Fabrication of ultrahigh-performance asymmetrical supercapacitor with pristine Zeolitic Imidazolate Framework-8 and a redox additive electrolyte

Abstract

In the present work, Zeolitic Imidazolate Framework-8 (ZIF-8) was prepared at room temperature using a simple solvothermal method. X-ray diffraction revealed the formation of a cubic phase with I −43 m space group. Scanning Electron Microscopy and High Resolution Transmission Electron Microscopy analysis showed the hexagonal-type morphology of as prepared pure ZIF-8. Brunauer–Emmett–Teller analysis, confirmed the formation of a narrow mesopores having surface area (877 m2/g) and average pore diameter (1.16 nm). The prepared ZIF-8 as electrode material investigated in aqueous (i.e. 2 M LiOH, 6 M KOH, and 6 M NaOH) and redox additive electrolytes RAE1 and RAE2 (i.e. 0.35 M [K4(Fe (CN)6)].3H2O in 6 M NaOH and 0.17 M [K4(Fe (CN)6)].3H2O in 1 M Na2SO4) for electrochemical analysis.
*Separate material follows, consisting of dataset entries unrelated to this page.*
@dataclass
class ScreeningResult:
    settings: ScreeningSettings
    as_of: dt.date
    plane: site_geo.LocalPlane
    grid: site_geo.SiteGrid
    candidates: list[Candidate]
    core: rtk.ScreeningCore | None
    pair: tuple[Candidate, Candidate] | None
    chosen: list[Candidate]
    check_marks: list[CheckMark]
    statement: str
    warnings: list[str]
    cautions: tuple[str, ...] = CAUTIONS

    @property
    def frame_label(self) -> str:
        return frame_info(self.settings.frame_epsg).label

    @property
    def usable_candidates(self) -> list[Candidate]:
        return [c for c in self.candidates if not c.excluded]

    def as_dict(self) -> dict[str, Any]:
        """Plain JSON values; mm to 1 decimal, m to 3, degrees to 9, fractions to 4."""
        s = self.settings
        core = self.core
        return {
            "job": s.job_code,
            "as_of": self.as_of.isoformat(),
            "site": {
                "geojson": s.site_geojson,
                "kind": s.site.kind,
                "reference_lat_deg": round(s.site.ref_lat_deg, 9),
                "reference_lon_deg": round(s.site.ref_lon_deg, 9),
                "area_m2": round(self.grid.area_m2, 1),
                "grid_spacing_m": round(self.grid.spacing_m, 3),
                "grid_cells": self.grid.n_cells,
                "boundary_samples": int((~self.grid.is_cell).sum()),
                "heights_given": len(s.site.heights_m),
            },
            "frame": {"epsg": s.frame_epsg, "name": self.frame_label},
            "epoch_yr": s.epoch_yr,
            "tolerances": {"horizontal_95_mm": s.tol_h_mm, "vertical_95_mm": s.tol_v_mm},
            "settings": {
                "rtk_h_fixed_mm": s.model.h_fixed_mm,
                "rtk_h_ppm": s.model.h_ppm,
                "rtk_v_fixed_mm": s.model.v_fixed_mm,
                "rtk_v_ppm": s.model.v_ppm,
                "rtk_combination": s.model.combination,
                "rtk_h_meaning": s.model.h_meaning,
                "setup_h_mm": s.model.setup_h_mm,
                "setup_v_mm": s.model.setup_v_mm,
                "assumed_rate_mm_yr": s.assumed_rate_mm_yr,
                "plate_model": s.plate or None,
                "max_baseline_m": s.max_baseline_m,
                "recovery_years": s.recovery_years,
            },
            "candidates": [_candidate_dict(c) for c in self.candidates],
            "best_pair": None
            if self.pair is None
            else {
                "bases": [self.pair[0].mark.code, self.pair[1].mark.code],
                "coverage": round(core.pair_coverage, 4),
                "covers_site": core.pair_worst_margin_mm >= 0,
                "worst_horizontal_95_mm": _mm(core.pair_worst_h95_mm),
                "worst_vertical_95_mm": _mm(core.pair_worst_v95_mm),
                "worst_margin_mm": _mm(core.pair_worst_margin_mm),
            },
            "chosen_bases": [c.mark.code for c in self.chosen],
            "check_marks": [
                {
                    "code": cm.candidate.mark.code,
                    "distance_m": _m(cm.candidate.distance_m),
                    "lat_deg": _deg(cm.candidate.lat_deg),
                    "lon_deg": _deg(cm.candidate.lon_deg),
                    "h_m": _m(cm.candidate.h_m),
                    "allowances": cm.allowances,
                }
                for cm in self.check_marks
            ],
            "achievable": None
            if core is None
            else {
                "horizontal_95_mm": _mm(core.achievable_h95_mm),
                "vertical_95_mm": _mm(core.achievable_v95_mm),
                "coverage_any_base": round(core.any_coverage, 4),
            },
            "statement": self.statement,
            "warnings": self.warnings,
            "cautions": list(self.cautions),
        }
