"""Whether a mark's coordinates may be used, in words, and which field actions it still takes.

One rule for every place that shows a mark (the mark page, the list, marks near a point, the API)
and for the services that record work on it: a **destroyed** mark takes no occupation and no new
position (``services.fieldwork.occupation_record`` and ``services.positions.position_propose`` ask
:func:`allows_occupation` / :func:`allows_new_position`); a **suspect** mark, a mark whose latest visit
found it disturbed or did not find it, a retired or a destroyed mark are **not for use**: pages grey
its coordinates and say why, with a caution that fits its state.

:func:`assess` is pure (status and latest finding in, words out) so that pages, API and imports
agree; the words are for people, the ``state`` codes for the API.
"""

from __future__ import annotations

from dataclasses import dataclass
from types import EllipsisType

from registry.models import Finding, MarkStatus

#: General caution for a usable mark (common practice: check the mark, tie to a second mark).
USABLE_CAUTION = (
    "Check that the mark is undisturbed and occupy a second trusted mark before relying on these "
    "coordinates; use them only in the frame and at the epoch stated. Local codes, the office's "
    "procedures and licensed professional practice govern their use."
)

#: Every ``state`` code :func:`assess` gives, with its meaning (the API schema documents these; stable codes).
STATES: dict[str, str] = {
    "usable": "usable: no recorded state or visit finding stands against it",
    "destroyed": "not for use: the mark is recorded as destroyed",
    "retired": "not for use: retired from the registry's active network",
    "suspect": "not for use: suspect, awaiting re-observation or a control manager's clearance",
    "last_visit_disturbed": "not for use: the latest visit found the mark disturbed",
    "last_visit_not_found": "not for use: the latest visit searched for the mark and did not find it",
    "last_visit_destroyed": "not for use: the latest visit found the mark destroyed (status not yet changed)",
}
#: The codes alone (the API schema's enum, settings.SPECTACULAR_SETTINGS["ENUM_NAME_OVERRIDES"]).
STATE_CODES = tuple(STATES)

_CLOSING = " Local codes, the office's procedures and licensed professional practice govern any use of this mark."


@dataclass(frozen=True)
class Usability:
    """A mark's usability: ``state`` (code for the API), ``usable``, and words for pages.

    ``label`` is the short word for rows ("usable", "not for use"); ``headline`` and ``caution``
    are the banner's title and text (the caution is shown for usable marks too).
    """

    state: str
    usable: bool
    label: str
    headline: str
    reason: str
    caution: str
    occupation_allowed: bool
    new_position_allowed: bool

    def as_dict(self) -> dict:
        return {"state": self.state, "usable": self.usable, "reason": self.reason}


def _not_for_use(state: str, headline: str, reason: str, caution: str, *, records_allowed: bool = True) -> Usability:
    """A mark that is not for use: its words, the closing caution, and whether field records are taken."""
    return Usability(
        state=state,
        usable=False,
        label="not for use",
        headline=headline,
        reason=reason,
        caution=caution + _CLOSING,
        occupation_allowed=records_allowed,
        new_position_allowed=records_allowed,
    )


#: Latest-visit findings that make a mark not for use: state, headline, reason, caution.
_FINDING_WORDS: dict[str, tuple[str, str, str, str]] = {
    Finding.DISTURBED: (
        "last_visit_disturbed",
        "Last visit found it disturbed — not for use",
        "the latest visit found the mark disturbed",
        "The latest visit found the monument disturbed: it may no longer be where its coordinates "
        "put it. Re-observe it before any use.",
    ),
    Finding.SEARCHED_NOT_FOUND: (
        "last_visit_not_found",
        "Not found at the last visit — not for use",
        "the latest visit searched for the mark and did not find it",
        "The latest visit searched for the mark and did not find it. Until it is found and checked, use another mark.",
    ),
    Finding.DESTROYED: (
        "last_visit_destroyed",
        "Last visit found it destroyed — not for use",
        "the latest visit found the mark destroyed",
        "The latest visit found the mark destroyed; a control manager has not yet recorded it so. "
        "Do not use its coordinates.",
    ),
}


def assess(status: str, last_finding: str | None = None, *, suspect_reason: str = "") -> Usability:
    """The usability of a mark with ``status`` whose latest visit found ``last_finding`` (or none).

    >>> assess("active", "intact").usable
    True
    >>> assess("destroyed").label
    'not for use'
    >>> assess("active", "disturbed").state
    'last_visit_disturbed'
    """
    if status == MarkStatus.DESTROYED:
        return _not_for_use(
            "destroyed",
            "Destroyed — not for use",
            "the mark is recorded as destroyed",
            "The mark is recorded as destroyed. Its coordinates describe a point that no longer exists "
            "on the ground: do not stake, set up on or check to anything at this place. If a monument "
            "is found here, treat it as unknown until it is identified and re-observed as a new mark.",
            records_allowed=False,
        )
    if status == MarkStatus.RETIRED:
        return _not_for_use(
            "retired",
            "Retired — not for use",
            "the mark is retired from the registry's active network",
            "The office no longer maintains this mark. Its coordinates are kept as history; they may "
            "be out of date. Use an active mark, or re-observe this one and have it made active again.",
        )
    if status == MarkStatus.SUSPECT:
        why = suspect_reason or "awaiting re-observation"
        return _not_for_use(
            "suspect",
            "Suspect — not for use until re-observed",
            f"suspect: {why}",
            "The mark may have moved. Do not use its coordinates until it is re-observed and a new "
            "position is published, or a control manager clears it.",
        )
    if last_finding in _FINDING_WORDS:
        return _not_for_use(*_FINDING_WORDS[last_finding])
    return Usability(
        state="usable",
        usable=True,
        label="usable",
        headline="",
        reason="",
        caution=USABLE_CAUTION,
        occupation_allowed=True,
        new_position_allowed=True,
    )


def mark_usability(mark, last_finding: str | None | EllipsisType = ...) -> Usability:
    """:func:`assess` for a mark instance; reads its latest visit when ``last_finding`` is not given."""
    finding: str | None
    if isinstance(last_finding, EllipsisType):
        from registry.models import Visit

        finding = (
            Visit.objects.filter(mark=mark)
            .order_by("-visited_on", "-created_at", "-pk")
            .values_list("finding", flat=True)
            .first()
        )
    else:
        finding = last_finding
    return assess(mark.status, finding, suspect_reason=mark.suspect_reason)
The fabricated pristine ZIF-8 shows battery-type redox behavior in the three-electrode system in presence of redox additive electrolyte (RAE) and ultrahigh specific capacity (637.5 C/g) is obtained in RAE1 at a current density of 10 A/g. Furthermore, this electrode could maintain about 75% of its initial capacitance at 20 A/g after 1500 repeated charge-discharge cycles. In addition, an asymmetric supercapacitor (ASSC) device was constructed with graphene nanoplatelets (GNPs) as a negative electrode and pure ZIF-8 as a positive electrode. In the presence of RAE1, the fabricated device offers a significant energy density E of 36.91 Wh/kg at a power density P of 4429.08 W/kg in a wide voltage window range (0.0–1.9 V). The ASSC device retains 87% of its capacitance after 3200 galvanostatic charge-discharge cycles. Moreover, two asymmetric devices are joined in series to light up red and green LEDs for a practical utility.